In April 1990 Shelly Shapiro, director of a Holocaust education center—Holocaust Survivors and Friends in Pursuit of Justice—and Beate Klarsfeld filed a letter of complaint with the Massachusetts Board of Registration of Engineers in Boston about Leuchter’s erroneous claim to be an engineer and his use of this designation to “mislead the public” about gas chambers.{82} The commonwealth investigated and found sufficient grounds to charge him with “illegally” practicing or “offer[ing]” to practice engineering.{83} In June 1991, two weeks before he was to go on trial for practicing without a licence, Leuchter signed a consent agreement with the commonwealth admitting that he was “not and never had been” a professional engineer and had fraudulently presented himself to Massachusetts, New Jersey, Alabama, and other states as an engineer with the ability to consult on matters concerning “execution technology.” In addition he acknowledged that although he was not an engineer and had never taken an engineering licensing test, he had produced reports, including the “‘Alleged Execution Gas Chambers at Auschwitz, Birkenau, and Majdanek,’ containing my engineering opinions.” He agreed to “cease and desist” presenting himself as an engineer and issuing any reports, including the one on Auschwitz, in which he provided engineering opinions.{84}

While this constituted a major blow to Leuchter’s credibility, an even greater one was delivered from a completely different source. A Frenchman who at one time had been intrigued by Faurisson’s contentions regarding gas chambers rendered a devastating assault on the deniers’ claims. Born in 1944 in France, Jean-Claude Pressac, a trained pharmacist, first visited Poland and the remains of the death camps in 1966. Sometime thereafter he decided to write a novel depicting life as it would have been had the Germans won. His research for this proposed book included another visit to Auschwitz in October 1979. This marked the beginning of an incredible personal and scientific journey that would have dire consequences for the claim that the homicidal gas chambers were a hoax. It was a journey that entailed years of study, more than fifteen trips to Auschwitz, and groundbreaking research in archives in the former Soviet Union.

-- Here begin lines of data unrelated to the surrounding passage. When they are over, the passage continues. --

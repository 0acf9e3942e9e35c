/**
 * Small-signal AC: linearise every device at the operating point (the converged Newton Jacobian G, plus the
 * capacitance/inductance matrix C of dq/dv at the OP), then solve (G + jωC)·x = b per frequency with a complex LU
 * (Vlach & Singhal 1994, ch. on frequency-domain analysis; REFERENCES §2.1). Frequencies log-spaced.
 */
import { type Circuit, MODE_DC } from "../circuit";
import { SimError } from "../errors";
import { LU_REORDER, StaticLU } from "../sparse";
import type { AcResult, ComplexColumn } from "../results";
import { runOp } from "./dc";
import { checkBudget, loadAll } from "./newton";

export function logFrequencies(fStart: number, fStop: number, perDecade: number): Float64Array {
  const decades = Math.log10(fStop / fStart);
  const count = Math.max(1, Math.floor(decades * perDecade + 1e-9) + 1);
  const f = new Float64Array(count);
  for (let i = 0; i < count; i++) f[i] = fStart * Math.pow(10, i / perDecade);
  return f;
}

export function runAc(c: Circuit, fStart: number, fStop: number, perDecade: number, onProgress?: (f: number) => void, skipOp = false): AcResult {
  if (!skipOp) runOp(c);
  c.mode = MODE_DC;
  loadAll(c); // Jacobian at the OP
  const size = c.mat.length;
  const g = new Float64Array(size);
  for (let i = 0; i < size; i++) if (c.structure[i]) g[i] = c.mat[i];
  const cap = new Float64Array(size);
  for (const el of c.elements) { el.loadCap(c, cap); el.acPrepare(c); }
  const els = c.elements;
  const nEl = els.length;
  const curRe: Float64Array[] = [], curIm: Float64Array[] = [];
  const nodeRe: Float64Array[] = [], nodeIm: Float64Array[] = [];
  const freq = logFrequencies(fStart, fStop, perDecade);
  const count = freq.length;
  const nodes: Record<string, ComplexColumn> = {};
  const currents: Record<string, ComplexColumn> = {};
  for (const n of c.userNodeNames) nodes[n] = { re: new Float64Array(count), im: new Float64Array(count) };
  for (const el of c.elements) currents[el.name] = { re: new Float64Array(count), im: new Float64Array(count) };
  for (const el of els) { curRe.push(currents[el.name].re); curIm.push(currents[el.name].im); }
  for (const nm of c.userNodeNames) { nodeRe.push(nodes[nm].re); nodeIm.push(nodes[nm].im); }
  const nUser = nodeRe.length;
  // AC excitation does not depend on frequency
  const exRe = new Float64Array(c.stride), exIm = new Float64Array(c.stride);
  for (const el of els) el.loadAc(c, exRe, exIm);
  const re = new Float64Array(size), im = new Float64Array(size);
  const out = new Float64Array(2);
  const xr = new Float64Array(c.stride), xi = new Float64Array(c.stride);
  const n = c.n;
  const lu = new StaticLU(n, c.stride, c.structure);
  for (let k = 0; k < count; k++) {
    const w = 2 * Math.PI * freq[k];
    if (lu.analysed) {
      // only the structural non-zeros and fill-in take part in the factorisation
      const P = lu.positions;
      for (let q = 0; q < P.length; q++) { const p = P[q]; re[p] = g[p]; im[p] = w * cap[p]; }
    }
    let r = lu.analysed ? lu.factorComplex(re, im) : LU_REORDER;
    if (r === LU_REORDER) {
      re.set(g);
      for (let i = 0; i < size; i++) im[i] = w * cap[i];
      const bad = lu.analyse(re, im);
      if (bad >= 0) throw new SimError("singular", `Singular AC matrix at ${c.unknownNames[bad]} at ${freq[k].toPrecision(4)} Hz`);
      r = lu.factorComplex(re, im);
      if (r !== -1) throw new SimError("singular", `Singular AC matrix at ${freq[k].toPrecision(4)} Hz`);
    }
    lu.solveComplex(re, im, exRe, exIm, xr, xi);
    xr[n] = 0; xi[n] = 0;
    for (let i = 0; i < nUser; i++) { nodeRe[i][k] = xr[i]; nodeIm[i][k] = xi[i]; }
    for (let e = 0; e < nEl; e++) {
      els[e].acCurrent(c, xr, xi, w, out);
      curRe[e][k] = out[0]; curIm[e][k] = out[1];
    }
    if ((k & 31) === 31) {
      checkBudget(c);
      if (c.shouldStop?.()) throw new SimError("cancelled", "Simulation cancelled");
      onProgress?.(k / count);
    }
  }
  return { kind: "ac", freq, nodes, currents };
}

During his research trip to Auschwitz in 1979 he examined photographs, documents, and work orders pertaining to the design and construction of the gas chambers. Perplexed by what appeared as contradictions in the plans, Pressac questioned museum officials and archivists about the construction of the gas chambers. Officials allayed some of his doubts by showing him an array of plans and documents relating to the camps and the execution chambers.[5] Though Pressac acknowledged the power of their arguments, he remained troubled by the fact that he could not find on the drawings the specific designation “gas chamber.” Pressac’s confusion was, in fact, justified because, as he learned, a number of the gas chambers were not originally built as homicidal units but were transformed to serve that purpose.{85} When he subsequently examined the documentation on this transformation, he found an abundance of evidence attesting to the specific purposes of the gas chamber. But before he reached that point he engaged in a potentially dangerous but illuminating detour; he almost became a denier.

вернуться

5

They showed him documentation regarding the design and fabrication of sophisticated ventilation systems that had been installed in the gas chambers. What purpose, they asked, would such a system have served in a morgue or crematorium?